I am travelling in Sri Lanka and have just imported my first batch of photos into Lightroom on my iPad (and a joy that this can now be done directly and not via Apple Photos). I find that all the photos have been imported with the Matrix profile, the usual Adobe profiles like Adobe Color are missing. Grateful any advice. I attach a screenshot.


----------



## stevevp (Feb 17, 2020)

All very strange, the missing profiles have now appeared. I was also missing the colour noise reduction section under Detail. That’s also now appeared.


----------



## Victoria Bampton (Feb 18, 2020)

Oh good! Yeah, they're supposed to download on demand if they're not already available locally, but it can take a while.


----------



## stevevp (Feb 18, 2020)

Thanks Victoria. The annoying thing is that, once the profiles had downloaded,  I had to manually change the profile for each imported photo one at a time as I couldn’t find a way to do a bulk edit! Fortunately there were only a hundred or so pics!
Cheers, Steve


----------



## Victoria Bampton (Feb 18, 2020)

stevevp said:


> I couldn’t find a way to do a bulk edit!

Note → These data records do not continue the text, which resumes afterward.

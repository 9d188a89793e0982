package dev.leadline.chart;

import java.awt.BasicStroke;
import java.awt.Shape;
import java.awt.Stroke;
import java.awt.geom.Ellipse2D;
import java.awt.geom.Path2D;
import java.awt.geom.Rectangle2D;

/// Marker and dash of a lane, by its place in the question. Colours alone are alike in grey, so no lane is ever drawn
/// without them.
public enum LaneLook {
    /// Squares on a solid line.
    FIRST(null, 2.0) {
        @Override
        Shape marker(double r) {
            return new Rectangle2D.Double(-.88 * r, -.88 * r, 1.76 * r, 1.76 * r);
        }
    },
    /// Diamonds on dashes.
    SECOND(new float[] {8, 4}, 2.0) {
        @Override
        Shape marker(double r) {
            return closed(0, -1.3 * r, 1.3 * r, 0, 0, 1.3 * r, -1.3 * r, 0);
        }
    },
    /// Triangles on dots.
    THIRD(new float[] {2, 3}, 2.0) {
        @Override
        Shape marker(double r) {
            return closed(0, -1.2 * r, 1.15 * r, .85 * r, -1.15 * r, .85 * r);
        }
    },
    /// Rings on long dashes with two dots.
    FOURTH(new float[] {14, 3, 2, 3, 2, 3}, 2.0) {
        @Override
        Shape marker(double r) {
            var ring = new Path2D.Double(Path2D.WIND_EVEN_ODD);
            ring.append(new Ellipse2D.Double(-1.1 * r, -1.1 * r, 2.2 * r, 2.2 * r), false);
            ring.append(new Ellipse2D.Double(-.5 * r, -.5 * r, r, r), false);
            return ring;
        }
    };

    private final float[] dash;
    private final double width;

    LaneLook(float[] dash, double width) {
        this.dash = dash;
        this.width = width;
    }

    /// About the origin, reaching about `r` to each side.
    abstract Shape marker(double r);

    Stroke line() {
        return stroke(width);
    }

    /// The same dash, thinner, for the edges of a band.
    Stroke edge() {
        return stroke(1);
    }

    private Stroke stroke(double w) {
        return dash == null
                ? new BasicStroke((float) w, BasicStroke.CAP_BUTT, BasicStroke.JOIN_ROUND)
                : new BasicStroke((float) w, BasicStroke.CAP_BUTT, BasicStroke.JOIN_ROUND, 1, dash, 0);
    }

    private static Shape closed(double... xy) {
        var path = new Path2D.Double();
        path.moveTo(xy[0], xy[1]);
        for (int i = 2; i < xy.length; i += 2) {
            path.lineTo(xy[i], xy[i + 1]);
        }
        path.closePath();
        return path;
    }
}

Next time, see the Copy/Paste lesson in your Edit Like a Pro book. It's page 149 in the latest release.


----------



## stevevp (Feb 18, 2020)

Oops, will do. I’ve got a copy on my iPad.


----------



## Sverre (May 31, 2020)

I also got Matrix profile and BW images when I import RAW from my Olympus E-M1 iii to iPad. How can I choose another profile as default?


----------



## Victoria Bampton (May 31, 2020)

That's quite a vague question Sverre. If you go to the Profiles panel for one of those photos, is Matrix the only option that shows up?


----------



## Sverre (Jun 2, 2020)

Sorry about my unclear post. 

I connect my iPad to my camera and import directly using a USB-C cable.  Recently all my imported raw images are black and white when imported.  When I go to edit the profile is named Matrix. 
I cannot find any Adobe profiles on my iPad - only Camera matching, Artistic and others. Cannot find the assigned profile Matrix.

When I sync with Lightroom classic it change to color also on my iPad after syncing back after import. But still profile Matrix on my iPad and Adobe Standard on my PC.


----------



## Sverre (Jun 2, 2020)

Deleted the app and reinstalled. Seems to have fixed the problem.


----------



## Victoria Bampton (Jun 3, 2020)

Oh good, that's what I was about to suggest!


----------